When the budget passed the General Assembly, Indiana University President Pamela Whitten said in a statement that officials would conduct a legal review to ensure the institution complied. However, Whitten expressed concerns about how the law would impact academic freedom.
“The university is concerned that a provision singling out a specific research institute sets a troubling precedent with implications that could limit the ability of public colleges and universities to pursue research and scholarship that benefits people and improves lives,” Whitten said.
After the 2023 budget passed, Indiana University’s trustees considered a plan to create a nonprofit to separately manage some of the Kinsey Institute’s functions. They ultimately scrapped that plan in March 2024, instead deciding to retain the university’s affiliation with the institute while ensuring no state appropriations flowed to it.
Soon afterward, however, Indiana Attorney General Todd Rokita and Comptroller Elise Nieshalla began sending letters to Indiana University questioning whether officials were following the law.
And in a social media post this week, Purple for Parents United’s Indiana chapter — which bills itself as protecting children from “harmful agendas” — listed Nieshalla as a speaker for the press conference calling for Indiana University to be defunded. It also lists Republican state Reps. Lorissa Sweet and Craig Haggard as speakers.
In an emailed statement Thursday, Nieshalla confirmed she will attend the press conference, where she plans to relay “actions taken to date to seek confirmation that Indiana University has severed all taxpayer funds from its support of the Kinsey Institute.”
In response to whether she supports calls to defund the university, Nieshalla's statement said she is focused on “transparency of taxpayer dollars” and ensuring the university is complying with state law.
The two state lawmakers did not immediately respond to a request for comment Thursday.
In July 2024, a year after the prohibition took effect, Nieshalla and Rokita sent a letter to Indiana University’s top leadership, saying they could not “find evidence of any serious effort by university leadership to comply with the law.”
They asked the leaders to confirm no tax dollars supported the Kinsey Institute and to detail the research center’s funding sources.
University officials replied a month later, saying they were unaware of any noncompliance with the law. They said the Kinsey Institute received money from gifts and investment income, research and grant funds, auxiliary income such as content license royalties, and out-of-state tuition dollars.

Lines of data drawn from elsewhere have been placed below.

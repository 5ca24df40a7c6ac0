// Turns each Addendum the Review desk's trigger recorded (review_addendum: a dispute resolved on
// a Signed or Countersigned visit) into a synced `addendum` record, so every tablet holding the
// visit pulls it under the signed content. The trigger writes its row in the resolving
// transaction; this service writes the record through the server-change helper, one row per
// transaction (the row locked, skipped if another server process holds it) and notes the
// record's id on the row, so each row is published exactly once.
// The resolve route calls publishAfterResolution once its transaction has committed, before it
// answers. Outside tests a recovery sweep also runs at start and every minute, for rows a crash
// or a failed publish left behind (and rows written before this existed).
import { EntityManager } from '@mikro-orm/postgresql';
import {
  Inject,
  Injectable,
  Logger,
  type OnApplicationBootstrap,
  type OnApplicationShutdown,
} from '@nestjs/common';
import { isCollectionName, type JsonValue } from '@fuselight/shared';
import { CLOCK, IDS, type Clock, type IdGenerator } from '../common/clock.provider';
import { APP_CONFIG, type AppConfig } from '../config/app-config';
import { ServerWriter } from '../records/server-writer';
import { jsonParam, sqlRows } from '../records/sql';
import { SERVER_DEVICE } from '../records/stored-record';
import { recordsByIds, type AddendumRow } from './review-store';
import { createServerRecord } from './server-change';

/** How often the recovery sweep looks for Addenda left unpublished. */
export const ADDENDUM_RECOVERY_SWEEP_MS = 60_000;

type PendingRow = AddendumRow & { site_id: string };

@Injectable()
export class AddendumPublisher implements OnApplicationBootstrap, OnApplicationShutdown {
  private readonly logger = new Logger('AddendumPublisher');
  private timer: NodeJS.Timeout | null = null;
  private running: Promise<unknown> | null = null;

  constructor(
    @Inject(EntityManager) private readonly em: EntityManager,
    @Inject(CLOCK) private readonly clock: Clock,
    @Inject(IDS) private readonly ids: IdGenerator,
    @Inject(APP_CONFIG) private readonly config: AppConfig,
    @Inject(ServerWriter) private readonly writer: ServerWriter,
  ) {}

  onApplicationBootstrap(): void {
    if (this.config.env === 'test') return;
    this.timer = setInterval(() => void this.publishInBackground(), ADDENDUM_RECOVERY_SWEEP_MS);
    this.timer.unref();
    void this.publishInBackground();
  }

  async onApplicationShutdown(): Promise<void> {
    if (this.timer) clearInterval(this.timer);
    await this.running;
  }

  private publishInBackground(): Promise<unknown> {
    this.running ??= this.publishPending()
      .catch((error: unknown) => this.logger.error(`publishing Addenda failed: ${String(error)}`))
      .finally(() => {
        this.running = null;
      });
    return this.running;
  }

  /**
   * Publishes the Addendum a just-resolved dispute recorded, if it recorded one (a dispute on a
   * Signed or Countersigned visit). Call it after the resolving transaction has committed. The
   * resolution stands whatever happens here: a failure is logged and the recovery sweep
   * publishes the row later. Returns the id of the record written, or null.
   */
  async publishAfterResolution(disputeId: string): Promise<string | null> {
    try {
      const outcome = await this.publishNext([], disputeId);
      return outcome?.kind === 'written' ? outcome.id : null;
    } catch (error: unknown) {
      this.logger.error(
        `publishing the Addendum of dispute ${disputeId} failed; the recovery sweep retries it: ${String(error)}`,
      );
      return null;
    }
  }

  /**
   * Publishes every unpublished Addendum (up to `limit`); returns the ids of the records written.
   * A row that cannot be published (its visit is gone) is logged and left for a later run.
   */
  async publishPending(limit = 100): Promise<string[]> {
    const written: string[] = [];
    const skipped: string[] = [];
    while (written.length < limit) {
      const outcome = await this.publishNext(skipped, null);
      if (outcome === null) break;
      (outcome.kind === 'skipped' ? skipped : written).push(outcome.id);
    }
    return written;
  }

  /** Publishes the oldest unpublished row (of one dispute, when given) in its own transaction. */
  private publishNext(
    skipped: readonly string[],
    disputeId: string | null,
  ): Promise<{ kind: 'written' | 'skipped'; id: string } | null> {
    return this.em.fork().transactional(async (em) => {
      const [row] = await sqlRows<PendingRow>(
        em,
        `select "id", "conflict_id", "visit_id", "collection", "record_id", "site_id", "field", "visit_status",
                "signed_value", "previous_value", "value", "note", "by_user"::text as "by_user", "device",
                "version"::text as "version", "at"
           from "review_addendum"
          where "addendum_record_id" is null
            and (?::uuid is null or "conflict_id" = ?::uuid)
            and not ("id" = any (select jsonb_array_elements_text(?::jsonb)::uuid))
          order by "at", "id" limit 1 for update skip locked`,
        [disputeId, disputeId, jsonParam(skipped)],
      );
      if (!row) return null;
      const recordId = await this.publish(em, row);
      if (recordId === null) return { kind: 'skipped' as const, id: row.id };
      await sqlRows(em, `update "review_addendum" set "addendum_record_id" = ? where "id" = ?`, [
        recordId,
        row.id,
      ]);
      return { kind: 'written' as const, id: recordId };
    });
  }

  private async publish(em: EntityManager, row: PendingRow): Promise<string | null> {
    const visit = (await recordsByIds(em, [row.visit_id])).get(row.visit_id);
    const patientId = visit?.fields.patientId;
    if (!visit || visit.collection !== 'visit' || typeof patientId !== 'string' || !row.by_user) {
      this.logger.warn(
        `Addendum ${row.id} (dispute ${row.conflict_id}) waits: its visit or author is not on the server`,
      );
      return null;
    }
    const at = new Date(row.at);
    const fields: Record<string, JsonValue> = {
      siteId: visit.siteId,
      visitId: visit.id,
      patientId,
      authorId: row.by_user,
      writtenAt: at.toISOString(),
      text: row.note,
      amendedRecordId: row.record_id,
      amendedField: row.field,
      // What the signature covered; the value just before the resolution if none is known.
      previousValue: row.signed_value ?? row.previous_value,
      newValue: row.value,
      conflictId: row.conflict_id,
    };
    if (isCollectionName(row.collection)) fields.amendedCollection = row.collection;
    const record = await createServerRecord(this.writer, em, {
      collection: 'addendum',
      recordId: this.ids.uuid(),
      siteId: visit.siteId,
      fields,
      by: row.by_user,
      deviceId: row.device && row.device !== SERVER_DEVICE ? row.device : null,
      now: this.clock.now(),
    });
    return record.id;
  }
}
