const run = runTag();
const site = newSite(`Lantern Eye Unit ${run}`);
const admin = newPerson('Odile Marr', 'admin', {
  email: `odile.${run}@lantern.test`,
  password: `admin-pass-${run}`,
});
const clinician = newPerson('Kofi Brandt', 'orthoptist', {
  email: `kofi.${run}@lantern.test`,
  password: `clinician-pass-${run}`,
});
const keyed = { given: 'Ines', family: `Tarrow${run}`, dob: '2016-09-02', number: `LK-${run}` };
const tapped = { given: 'Milo', family: `Tarrow${run}`, dob: '2015-01-21', number: `LT-${run}` };
const full = { given: 'Aster', family: `Tarrow${run}`, dob: '2014-06-30', number: `LF-${run}` };

/** The findings both paths chart (the same as the Bench's other end-to-end file). */
const EXPECTED: Record<string, Record<string, unknown>> = {
  amblyoscopeSetup: {
    interpupillaryDistanceMm: 58,
    ownCorrectionWorn: true,
    extraLensesRight: null,
    extraLensesLeft: null,
    fixingEye: 'right',
    lockedTube: 'right',
    dialsZeroed: true,
    skippedReason: null,
  },
  simultaneousPerception: { result: 'present', suppressingEye: null, skippedReason: null },
  amblyoscopeAngles: {
    subjectiveHorizontalDeg: 1,
    subjectiveVerticalPd: 2,
    subjectiveTorsionDeg: null,
    objectiveHorizontalDeg: 14,
    objectiveVerticalPd: null,
    objectiveTorsionDeg: null,
    skippedReason: null,
  },
  suppressionScotoma: {
    deviatingEye: 'left',
    horizontalLostConvergentDeg: 18,
    horizontalLostDivergentDeg: 10,
    verticalLostUpperDeg: 3,
    verticalLostLowerDeg: -2,
    skippedReason: null,
  },
  fusion: { rightMarkSeen: true, leftMarkSeen: true, result: 'present', skippedReason: null },
  fusionalRanges: {
    divergenceBreakDeg: -4,
    divergenceRecoveryDeg: -2,
    convergenceBreakDeg: 38,
    convergenceRecoveryDeg: 30,
    rightUpBreakPd: null,
    leftUpBreakPd: null,
    incycloBreakDeg: null,
    excycloBreakDeg: null,
    normsTable: 'fuselight.fusional-norms.amblyoscope@1.0.0',
    skippedReason: null,
  },
  grossStereopsis: { skippedReason: null },
};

But in an October letter, Nieshalla and Rokita raised further concerns, including potential issues with the Kinsey Institute being housed within a building on Indiana University’s Bloomington campus. They argued that the law prohibits the university from using state property to support the institute.
The next month, the university fired back, contending that the law does not require Indiana University to move the Kinsey Institute off campus. The university charges the Kinsey Institute rent, which the research center pays through funds donated to the Indiana University Foundation, the letter said.
A university spokesperson did not answer emailed questions Thursday, instead referring Higher Ed Dive to the letters between university officials and the state leaders.
State Rep. Matt Pierce, a Democrat whose district includes Indiana University, told Higher Ed Dive on Thursday that the institution has been following the law and described calls to defund it as “nonsensical.”
“All that accomplishes is to raise tuition, because if the university loses state funding, then they have to raise tuition to make up the difference,” Pierce said. “These people are advocating to raise the cost of higher education for all their constituents.
Pierce said the 2023 law hasn’t impacted the Kinsey Institute’s mission but rather created an “accounting chore” for the university.
“That might be why they’re raising these issues again,” Pierce said. “They haven’t achieved their goal, which is to shut the institute down.”